67. It dropped again during President Kennedy's last year in office. The evolution of domestic prices (per barrel) was as follows:
|1959, 1960, 1961 and 1962:||$2.97|
68. The vote was as follows:
Yeas -- 30
Nays -- 56
Byrd (W. Va.)
Case (S. Dak.)
Young (N. Dak.)
Not Voting -- 14
69. In 1964, the depletion allowance issue came up before the Senate again. On February 3 Senator Lausche (Ohio) offered an amendment that would diminish the depletion allowance privileges by $850 million, which sum could be used to compensate the revenues lost to the government by a tax credit granted to needy families with children in college proposed by Senator Ribicoff (New York). But Senator Lausche's amendment was considered not germane.
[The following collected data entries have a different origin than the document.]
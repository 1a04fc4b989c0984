package stage

import (
	"errors"
	"io/fs"
	"os"
	"path/filepath"
	"slices"
	"strings"
	"testing"
)

// files reads every entry of dir into name → contents ("<dir>" for a
// directory), so a test can compare whole directories.
func files(t *testing.T, dir string) map[string]string {
	t.Helper()
	es, err := os.ReadDir(dir)
	if err != nil {
		t.Fatal(err)
	}
	m := map[string]string{}
	for _, e := range es {
		if e.IsDir() {
			m[e.Name()] = "<dir>"
			continue
		}
		b, err := os.ReadFile(filepath.Join(dir, e.Name()))
		if err != nil {
			t.Fatal(err)
		}
		m[e.Name()] = string(b)
	}
	return m
}

func put(t *testing.T, dir string, m map[string]string) {
	t.Helper()
	for n, s := range m {
		if err := os.WriteFile(filepath.Join(dir, n), []byte(s), 0o644); err != nil {
			t.Fatal(err)
		}
	}
}

func same(a, b map[string]string) bool {
	if len(a) != len(b) {
		return false
	}
	for k, v := range a {
		if w, ok := b[k]; !ok || w != v {
			return false
		}
	}
	return true
}

var set = []string{"a.nc", "b.csv", "c.json"}

func TestCommit(t *testing.T) {
	boom := errors.New("injected failure")
	cases := []struct {
		name    string
		before  map[string]string // destination before staging
		during  map[string]string // written into the destination after staging, before Commit
		replace bool
		failAt  string // BeforeMove fails for this name
		wantErr error  // errors.Is target; nil: success
		want    map[string]string
	}{
		{name: "empty destination",
			want: map[string]string{"a.nc": "new a.nc", "b.csv": "new b.csv", "c.json": "new c.json"}},
		{name: "other files are kept", before: map[string]string{"notes.txt": "mine"},
			want: map[string]string{"a.nc": "new a.nc", "b.csv": "new b.csv", "c.json": "new c.json", "notes.txt": "mine"}},
		{name: "replace", before: map[string]string{"a.nc": "old a.nc", "c.json": "old c.json", "notes.txt": "mine"}, replace: true,
			want: map[string]string{"a.nc": "new a.nc", "b.csv": "new b.csv", "c.json": "new c.json", "notes.txt": "mine"}},
		{name: "appeared meanwhile is not replaced", during: map[string]string{"b.csv": "someone else's"}, wantErr: fs.ErrExist,
			want: map[string]string{"b.csv": "someone else's"}},
		{name: "appeared meanwhile is replaced on request", during: map[string]string{"b.csv": "someone else's"}, replace: true,
			want: map[string]string{"a.nc": "new a.nc", "b.csv": "new b.csv", "c.json": "new c.json"}},
		{name: "failure at the first move", failAt: "a.nc", wantErr: boom, want: map[string]string{}},
		{name: "failure at the last move", failAt: "c.json", wantErr: boom, want: map[string]string{}},
		{name: "failure while replacing puts the earlier files back",
			before:  map[string]string{"a.nc": "old a.nc", "b.csv": "old b.csv", "c.json": "old c.json", "notes.txt": "mine"},
			replace: true, failAt: "c.json", wantErr: boom,
			want: map[string]string{"a.nc": "old a.nc", "b.csv": "old b.csv", "c.json": "old c.json", "notes.txt": "mine"}},
		{name: "failure while replacing some",
			before:  map[string]string{"b.csv": "old b.csv"},
			replace: true, failAt: "c.json", wantErr: boom,
			want: map[string]string{"b.csv": "old b.csv"}},
	}
	for _, c := range cases {
		t.Run(c.name, func(t *testing.T) {
			dest := t.TempDir()
			put(t, dest, c.before)
			d, err := New(dest, ".stage-test-")
			if err != nil {
				t.Fatal(err)
			}
			for _, n := range set {
				if err := d.WriteFile(n, []byte("new "+n)); err != nil {
					t.Fatal(err)
				}
			}
			put(t, dest, c.during)
			if c.failAt != "" {
				d.BeforeMove = func(n string) error {
					if n == c.failAt {
						return boom
					}
					return nil
				}
			}
			err = d.Commit(set, c.replace)
			switch {
			case c.wantErr == nil && err != nil:
				t.Fatalf("Commit: %v", err)
			case c.wantErr != nil && !errors.Is(err, c.wantErr):
				t.Fatalf("Commit: err = %v, want %v", err, c.wantErr)
			}
			if err := d.Remove(); err != nil {
				t.Fatal(err)
			}
			if got := files(t, dest); !same(got, c.want) {
				t.Errorf("destination holds %v, want %v", got, c.want)
			}
		})
	}
}

// The messages name the file and say that nothing was written.
func TestCommitMessages(t *testing.T) {
	dest := t.TempDir()
	d, err := New(dest, ".stage-test-")
	if err != nil {
		t.Fatal(err)
	}
	defer d.Remove()
	if err := d.WriteFile("a.nc", []byte("x")); err != nil {
		t.Fatal(err)
	}
	put(t, dest, map[string]string{"a.nc": "y"})
	err = d.Commit([]string{"a.nc"}, false)
	if err == nil || !strings.Contains(err.Error(), filepath.Join(dest, "a.nc")) || !strings.Contains(err.Error(), "nothing was written") {
		t.Errorf("err = %v", err)
	}
	d.BeforeMove = func(string) error { return errors.New("no") }
	err = d.Commit([]string{"a.nc"}, true)
	if err == nil || !strings.Contains(err.Error(), "moving a.nc into "+dest) {
		t.Errorf("err = %v", err)
	}
}

func TestNewHidden(t *testing.T) {
	dest := t.TempDir()
	d, err := New(dest, ".stage-test-")
	if err != nil {
		t.Fatal(err)
	}
	if got := filepath.Dir(d.Path("x")); filepath.Dir(got) != dest || !strings.HasPrefix(filepath.Base(got), ".stage-test-") {
		t.Errorf("staging directory %s, want a hidden one directly in %s", got, dest)
	}
	if err := d.Remove(); err != nil {
		t.Fatal(err)
	}
	if got := files(t, dest); len(got) != 0 {
		t.Errorf("Remove left %v", got)
	}
	if _, err := New(filepath.Join(dest, "missing"), ".x-"); err == nil {
		t.Error("New in a missing directory succeeded")
	}
}

func TestWriteFileRefusesExisting(t *testing.T) {
	d, err := New(t.TempDir(), ".stage-test-")
	if err != nil {
		t.Fatal(err)
	}
	defer d.Remove()
	if err := d.WriteFile("a", []byte("1")); err != nil {
		t.Fatal(err)
	}
	if err := d.WriteFile("a", []byte("2")); !errors.Is(err, fs.ErrExist) {
		t.Errorf("second WriteFile: err = %v, want fs.ErrExist", err)
	}
}

func TestExisting(t *testing.T) {
	dest := t.TempDir()
	put(t, dest, map[string]string{"c.json": "", "a.nc": "", "notes.txt": ""})
	got, err := Existing(dest, set)
	if err != nil || !slices.Equal(got, []string{"a.nc", "c.json"}) {
		t.Errorf("Existing = %v, %v; want [a.nc c.json] in the order given", got, err)
	}
	for _, make := range []func(p string) error{
		func(p string) error { return os.Mkdir(p, 0o755) },
		func(p string) error { return os.Symlink(filepath.Join(dest, "a.nc"), p) },
	} {
		d := t.TempDir()
		p := filepath.Join(d, "b.csv")
		if err := make(p); err != nil {
			t.Fatal(err)
		}
		if _, err := Existing(d, set); err == nil || !strings.Contains(err.Error(), p) || !strings.Contains(err.Error(), "not a regular file") {
			t.Errorf("%s: err = %v", p, err)
		}
	}
	if got, err := Existing(filepath.Join(dest, "missing"), set); err != nil || got != nil {
		t.Errorf("missing directory: %v, %v", got, err)
	}
}

func BenchmarkCommit(b *testing.B) {
	dest := b.TempDir()
	payload := make([]byte, 64<<10)
	for b.Loop() {
		d, err := New(dest, ".stage-bench-")
		if err != nil {
			b.Fatal(err)
		}
		for _, n := range set {
			if err := d.WriteFile(n, payload); err != nil {
				b.Fatal(err)
			}
		}
		if err := d.Commit(set, true); err != nil {
			b.Fatal(err)
		}
		d.Remove()
	}
}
On February 6, Senator Williams re-introduced his traditional amendment and was defeated again (by 61 to 33). As Senator Javits was to remark, "This is the sacred cow of sacred cows."
70. Chairman of the Board of Directors of Humble Oil and Refining Co. (1961-63), Director of the First National City Bank of Houston, member of the National Petroleum Council and the American Petroleum Institute.
71. In January 1968, Senators Robert F. Kennedy (New York) and Edward M. Kennedy (Massachusetts) joined with several other Congressmen in urging that import limits be eased for home-heating oil. They were concerned about a threatened shortage and high prices.
72. John Ise, a professor of economics at the University of Kansas and author of The United States Oil Policy, recommended in 1929 the nationalization of all natural resources, including oil. "Private property has undoubtedly brought about more unfortunate consequences in the case of oil and natural gas than in any other domain. It has resulted in overproduction, instability, incessant price fluctuations, a waste of natural resources, capital, and labor, speculation, fraud, foolish extravagances and flagrant social injustice, and, finally, in the establishment of a monopoly," he wrote.
73. Since the Clayton Antitrust Act of 1914 (which outlawed Drice discrimination and exclusive contracts between wholesaler and retailer) and the National Recovery Act of 1933 (which eliminated unfair trade practices and destructive price cutting and established fair codes of competition), the Justice Department had tried unsuccessfully on several occasions to break down the oil monopoly by halting mergers and opposing exclusive contracts, price, fixing, and production restrictions. Congress, and on occasion the Supreme Court, had defeated all its attempts.
74. Previously, while the profits earned abroad by American firms were subject to American taxation, the profits of subsidiary companies which were subject to local taxation (except in the tax havens) were only taxed in the United States when their dividends were distributed to the head companies in the United States. The Kennedy Act abolished this regime for the subsidiaries registered in tax haven countries, which were henceforth subject to American taxation whether or not their dividends were distributed to the head companies in the United States.